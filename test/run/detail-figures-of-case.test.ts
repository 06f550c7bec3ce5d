import { describe, expect, it } from 'vitest';
import { histogramsCsv } from '../../src/report/data/histogram-table.ts';
import { classText, timeShareText } from '../../src/report/model/histogram-words.ts';
import { spreadsOf } from '../../src/report/model/histograms.ts';
import { viewOf } from '../../src/report/model/view.ts';
import { spreadSection } from '../../src/report/sections/spread-section.ts';
import { runCase } from '../../src/run/run-case.ts';
import type { RunResult } from '../../src/run/run-result.ts';
import { expectClose } from '../compare.ts';

const CASE = `track: {profile: [{length_m: 700, grade_pct: 0}, {length_m: 500, grade_pct: 5}, {length_m: 800, grade_pct: -1}], vertical_curve_m: 40}
vehicle:
  name: Test
  mass: {kerb_kg: 140, rider_kg: 75}
  road_load: {cda_m2: 0.58, crr: 0.014}
  drive: {kind: force, peak_force_n: 260, closed_throttle_force_n: 40, lag_s: 0.1}
air: {density_kg_m3: 1.2}
hold: {set_speed_kmh: 60, changes: [{at_km: 1.6, set_speed_kmh: 55}]}
candidates:
  - {name: locked, kind: locked}
  - {name: firm, kind: pi, kp_pct_per_kmh: 6, ti_s: 8}
  - {name: soft, kind: pi, kp_pct_per_kmh: 1, ti_s: 12}
requirements:
  - {id: D-1, figure: p95_abs_error_kmh, at_most: 2, where: all}
  - {id: D-2, figure: p95_jerk_m_s3, at_most: 1}
  - {id: D-3, figure: headroom_p5_pct, at_least: 5, where: {from_km: 0.5, to_km: 1.3}}
  - {id: D-4, figure: iae_kmh_s, at_most: 50, where: holdable}
  - {id: D-5, figure: energy_rating_pct, at_most: 3, where: all}
  - {id: D-6, figure: steady_hill_error_kmh, at_most: 3, where: all}
matrix:
  set_speeds_kmh: [55, 60]
`;

const run = (text: string): RunResult =>
  runCase({ file: 'case.yaml', read: () => new TextEncoder().encode(text) });
const RESULT = run(CASE);

describe('a case that asks for figures of the distributions', () => {
  it('gets them, with their places, over each kind of where', () => {
    const of = (id: string) =>
      RESULT.requirements.find((one) => one.requirement.id === id && one.candidate === 'firm')!;
    for (const id of ['D-1', 'D-2', 'D-3', 'D-4', 'D-5', 'D-6'])
      expect(typeof of(id).measured, id).toBe('number');
    for (const id of ['D-1', 'D-2', 'D-3', 'D-4', 'D-6']) expect(of(id).worstAt, id).not.toBeNull();
    // The set speed drops at km 1.6: there the error is greatest on the whole road.
    expectClose(of('D-1').worstAt!, 1605, 15);
    // The hill ends at km 1.2; its last 30 % are steady but for the rounding of its crest.
    expectClose(of('D-6').worstAt!, 1125, 30);
  });

  it('has them in every combination of the matrix, the same in its own', () => {
    for (const cell of RESULT.matrix!.cells)
      for (const finding of cell.findings.filter(({ candidate }) => candidate === 'firm'))
        expect(typeof finding.measured, finding.requirement.id).toBe('number');
    const own = RESULT.matrix!.cells.find((cell) => cell.own)!;
    expect(own.findings.map(({ measured }) => measured)).toEqual(
      RESULT.requirements.map(({ measured }) => measured),
    );
  });
});

describe('histograms of a run', () => {
  const rows = histogramsCsv(RESULT.candidates)
    .trim()
    .split('\r\n')
    .map((line) => line.split(','));
  const head = rows[0]!;

  it('have their classes in order, and sum to the time and to 100 %', () => {
    expect(head).toEqual(['candidate', 'quantity', 'from', 'to', 'time_s', 'share_pct']);
    for (const { name, result } of RESULT.candidates)
      for (const [quantity, without] of [
        ['speed_error_kmh', 0],
        ['throttle_pct', 0],
        ['acceleration_m_s2', 0],
        ['jerk_m_s3', 0.4],
      ] as const) {
        const mine = rows.filter((row) => row[0] === name && row[1] === quantity);
        const sum = (column: number) => mine.reduce((total, row) => total + Number(row[column]), 0);
        expectClose(sum(4), result.endTime - without, 0.0006 * mine.length, `${name} ${quantity}`);
        expectClose(sum(5), 100, 6e-5 * mine.length);
        mine.forEach((row, i) => {
          if (i > 0) expect(row[2]).toBe(mine[i - 1]![3]);
        });
      }
  });

  it('are on the same classes for all candidates of a chart, each summing to 1, in either unit', () => {
    for (const units of ['kmh', 'mph'] as const)
      for (const spread of spreadsOf(viewOf(RESULT, units))) {
        expect(spread.to - spread.from).toBeLessThan(41);
        for (const { shares } of spread.rows) {
          expect(shares.length).toBe(spread.to - spread.from + 1);
          expectClose(
            shares.reduce((a, b) => a + b, 0),
            1,
            1e-6,
          );
        }
      }
    const [kmh, mph] = (['kmh', 'mph'] as const).map((units) => spreadsOf(viewOf(RESULT, units))[0]!);
    expect([kmh!.unit, mph!.unit]).toEqual(['km/h', 'mph']);
  });

  it('stand in the report as charts and as tables; without distributions there is no such part', () => {
    const page = spreadSection(viewOf(RESULT, 'kmh'))!.body.toString();
    expect(page.match(/role="img"/g)).toHaveLength(8);
    expect(page.match(/<table/g)).toHaveLength(4);
    expect(page).toContain('of the time at');
    const candidates = RESULT.candidates.map((one) => ({
      ...one,
      result: { ...one.result, bins: { ...one.result.bins, detail: null } },
    }));
    expect(spreadSection(viewOf({ ...RESULT, candidates }, 'kmh'))).toBeNull();
  });

  it('name their classes, and what the outermost gather', () => {
    const spread = { ...spreadsOf(viewOf(RESULT, 'kmh'))[0]!, width: 0.5, from: -2, to: 2 };
    const named = (cut: boolean) =>
      [0, 2, 4].map((k) => classText({ ...spread, cut: { low: cut, high: cut } }, k));
    expect(named(false)).toEqual(['−1.25 to −0.75', '−0.25 to 0.25', '0.75 to 1.25']);
    expect(named(true)).toEqual(['below −0.75', '−0.25 to 0.25', '0.75 and above']);
    expect([0, 0.0002, 0.5, 1].map(timeShareText)).toEqual([
      '–',
      '< 0.1\u00a0%',
      '50.0\u00a0%',
      '100.0\u00a0%',
    ]);
  });
});
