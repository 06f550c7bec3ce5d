import { readFileSync } from 'node:fs';
import { describe, expect, it } from 'vitest';
import { InputError } from '../../src/problems/input-error.ts';
import { rideCsv } from '../../src/report/data/ride-series.ts';
import { summaryJson } from '../../src/report/data/summary.ts';
import { runCase } from '../../src/run/run-case.ts';
import type { RunResult } from '../../src/run/run-result.ts';
import { expectClose } from '../compare.ts';

const encode = (text: string) => new TextEncoder().encode(text);

/** A straight road of 3 km to the east, and rides over it at 16 m/s, by place or by distance. */
const track = `lat_deg,lon_deg,elevation_m\n${Array.from({ length: 151 }, (_, i) => `51.9,${(-14.6 + i * 0.00029).toFixed(6)},100`).join('\n')}\n`;
const log = (from = 0, to = 190, back = false): string => {
  const rows = Array.from({ length: to - from }, (_, i) => {
    const way = (back ? 190 - (from + i) : from + i) * 0.000232;
    return `${1000 + i},51.9,${(-14.6 + way).toFixed(6)},${30 + (i % 5)}`;
  });
  return `time_s,lat_deg,lon_deg,throttle_pct\n${rows.join('\n')}\n`;
};

function run(ride: string, some: Readonly<Record<string, unknown>> = {}): RunResult {
  const document = {
    track: { file: 'road.csv', trim_ends_m: 0 },
    vehicle: {
      mass: { kerb_kg: 120, rider_kg: 80 },
      road_load: { cda_m2: 0.6, crr: 0.015 },
      drive: { kind: 'force', peak_force_n: 400, peak_power_kw: 9, closed_throttle_force_n: 40 },
    },
    hold: { set_speed_kmh: 60 },
    candidates: [{ name: 'steady', kind: 'locked', throttle: 'level' }],
    logged_rides: [{ name: 'ridden', file: 'ride.csv' }],
    ...some,
  };
  const files: Record<string, string> = {
    'case.yaml': JSON.stringify(document),
    'road.csv': track,
    'ride.csv': ride,
  };
  return runCase({ file: 'case.yaml', read: (name) => encode(files[name]!) });
}

function problem(ride: string, some: Readonly<Record<string, unknown>> = {}): InputError {
  try {
    run(ride, some);
  } catch (error) {
    if (error instanceof InputError) return error;
    throw error;
  }
  throw new Error('it ran');
}

describe('a case with a logged ride', () => {
  it('has it beside its candidates, with its file among the inputs', () => {
    const { loggedRides, inputs } = run(log());
    const [ride] = loggedRides;
    expect(inputs.map(({ name }) => name)).toEqual(['case.yaml', 'road.csv', 'ride.csv']);
    // 0.000232 degrees of longitude at 51.9 degrees north are 15.97 m: WGS 84, a cos(lat) / sqrt(1 - e2 sin2 lat).
    const metres = (0.000232 * Math.PI * 6378137 * Math.cos((51.9 * Math.PI) / 180)) / 180;
    const stretched = metres / Math.sqrt(1 - 0.00669438 * Math.sin((51.9 * Math.PI) / 180) ** 2);
    expectClose(ride!.meanSpeed, stretched, 0.01);
    expectClose(ride!.figures.throttle_mean_pct as number, 32, 0.1);
    expect(ride!.beside.map(({ candidate }) => candidate)).toEqual(['steady']);
    expectClose(ride!.beside[0]!.meanSpeed, 60 / 3.6, 0.1);
    expect(ride!.beside[0]!.figures.within_band_pct).toBe(100);
  });

  it('is no candidate: nothing is required of it, and no hill names it', () => {
    const { requirements, hills } = run(log(), {
      requirements: [{ id: 'R-1', figure: 'worst_low_kmh', at_least: -1 }],
    });
    expect(requirements.map(({ candidate }) => candidate)).not.toContain('ridden');
    expect(hills.flatMap(({ outcomes }) => outcomes.map(({ candidate }) => candidate))).not.toContain(
      'ridden',
    );
  });

  it('leaks nothing of the trimmed ends', () => {
    const result = run(log(), { track: { file: 'road.csv', trim_ends_m: 400 } });
    const [ride] = result.loggedRides;
    const length = result.road.distance.at(-1)!;
    expect(length).toBeLessThan(2250);
    expect(ride!.distance[0]).toBeGreaterThanOrEqual(0);
    expect(ride!.distance.at(-1)).toBeLessThanOrEqual(length);
    const seconds = length / 15.9;
    expect(ride!.time.at(-1)).toBeLessThan(seconds);
    const written = `${rideCsv(ride!)}${summaryJson(result, [])}`;
    // Neither the clock of the log nor its positions.
    expect(written).not.toMatch(/-14\.6|51\.9/);
    expect(written.split('\n').some((line) => line.startsWith('1000.'))).toBe(false);
  });

  it('warns where the ride covers a part only', () => {
    const { warnings, loggedRides } = run(log(0, 100));
    expect(warnings.map(({ code }) => code)).toContain('ride-covers-part');
    expect(loggedRides[0]!.gaps.map(({ reason }) => reason)).toEqual(['the ride leaves the road before']);
  });

  it('refuses a ride the other way, with its file and what helps', () => {
    const error = problem(log(0, 190, true));
    expect([error.code, error.problems[0]!.place.file]).toEqual(['ride-wrong-way', 'ride.csv']);
    expect(error.message).toContain('track.direction');
    expect(
      run(log(0, 190, true), { track: { file: 'road.csv', direction: 'back' } }).loggedRides,
    ).toHaveLength(1);
  });

  it('refuses a road that is written by time', () => {
    const byTime = { track: { profile: [{ for_s: 60, grade_pct: 0 }] } };
    expect(problem(log(), byTime).code).toBe('ride-needs-distance');
  });

  it('lays a ride by distance where the road is written', () => {
    const rows = Array.from({ length: 100 }, (_, i) => `${i},${i * 15}`);
    const { loggedRides, warnings } = run(`time_s,distance_m\n${rows.join('\n')}\n`, {
      track: { profile: [{ length_m: 1600, grade_pct: 0 }] },
    });
    expectClose(loggedRides[0]!.meanSpeed, 15, 1e-6);
    expect(loggedRides[0]!.laidBy).toBe('distance');
    expect(warnings.map(({ code }) => code)).toContain('ride-laid-by-distance');
  });
});

describe('a ride that a candidate itself would have logged', () => {
  const hill = {
    track: {
      profile: [900, 500, 1400].map((length_m, i) => ({ length_m, grade_pct: i === 1 ? 9 : 0 })),
      vertical_curve_m: 60,
    },
    candidates: [{ name: 'pi', kind: 'pi', kp_pct_per_kmh: 3, ti_s: 9 }],
    logged_rides: [],
  };
  const { full } = run('', { ...hill, output: { series: 'full' } }).candidates[0]!;
  const samples = [...full!.time.keys()].filter((i) => i % 10 === 0);
  const rows = samples.map((i) =>
    [full!.time[i], full!.distance[i], 3.6 * full!.speed[i]!, 100 * full!.actuator[i]!].join(','),
  );
  const result = run(`time_s,distance_m,speed_kmh,throttle_pct\n${rows.join('\n')}\n`, {
    ...hill,
    logged_rides: [{ name: 'ridden', file: 'ride.csv' }],
  });
  const [ride] = result.loggedRides;

  it.each([
    ['time_s', 0.5],
    ['within_band_pct', 0.5],
    ['rms_error_kmh', 0.02],
    ['p95_abs_error_kmh', 0.05],
    ['mean_error_kmh', 0.01],
    ['worst_low_kmh', 0.01],
    ['worst_high_kmh', 0.01],
    ['time_lost_s', 0.02],
    ['throttle_mean_pct', 0.2],
  ])('has its %s', (name, tolerance) => {
    const own = ride!.beside[0]!.figures[name] as number;
    expectClose(ride!.figures[name] as number, own, tolerance);
  });

  it('is off its set speed on the hill, or these figures would say nothing', () => {
    expect(ride!.figures.worst_low_kmh as number).toBeLessThan(-3);
    expectClose(ride!.meanSpeed, ride!.beside[0]!.meanSpeed, 0.01);
  });
});

describe('the demo of a ride', () => {
  const routes = new URL('../../routes/', import.meta.url);
  const result = runCase({
    file: 'harrow-gap-ridden.yaml',
    read: (file) => readFileSync(new URL(file, routes)),
    overrides: ['candidates=[{name: locked, kind: locked, throttle: level}]', 'requirements=[]'],
  });
  const ride = result.loggedRides[0]!;

  it('waits 25 s at the crossing, and has no fixes in the wood', () => {
    expectClose(ride.pauses[0]!.duration, 25, 3);
    // 200 m are trimmed off: the crossing is at km 20.86 of the track, the wood from km 10.90 to 11.42.
    expectClose(ride.pauses[0]!.at, 20660, 60);
    expectClose(ride.gaps[0]!.from, 10700, 50);
    expectClose(ride.gaps[0]!.to, 11220, 60);
    expect(ride.leftOut).toBe(1);
  });

  it('is slow where the pass takes its power', () => {
    const pass = [...ride.distance.keys()].filter(
      (i) => ride.distance[i]! > 12000 && ride.distance[i]! < 14000,
    );
    const slowest = pass.reduce((least, i) => Math.min(least, ride.speed[i]!), 99);
    expect(slowest).toBeLessThan(50 / 3.6);
    expect(slowest).toBeGreaterThan(20 / 3.6);
    expectClose(
      ride.throttle!.reduce((most, u) => Math.max(most, u), 0),
      1,
      0.01,
    );
  });
});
▬▬▬
# [Directions for this task]
Where a line of the listing holds "report", show that line.

# [Finished exercise]
import { histogramsCsv } from '../../src/report/data/histogram-table.ts';
import { classText, timeShareText } from '../../src/report/model/histogram-words.ts';
import { spreadsOf } from '../../src/report/model/histograms.ts';
import { viewOf } from '../../src/report/model/view.ts';
import { spreadSection } from '../../src/report/sections/spread-section.ts';
  it('stand in the report as charts and as tables; without distributions there is no such part', () => {
import { rideCsv } from '../../src/report/data/ride-series.ts';
import { summaryJson } from '../../src/report/data/summary.ts';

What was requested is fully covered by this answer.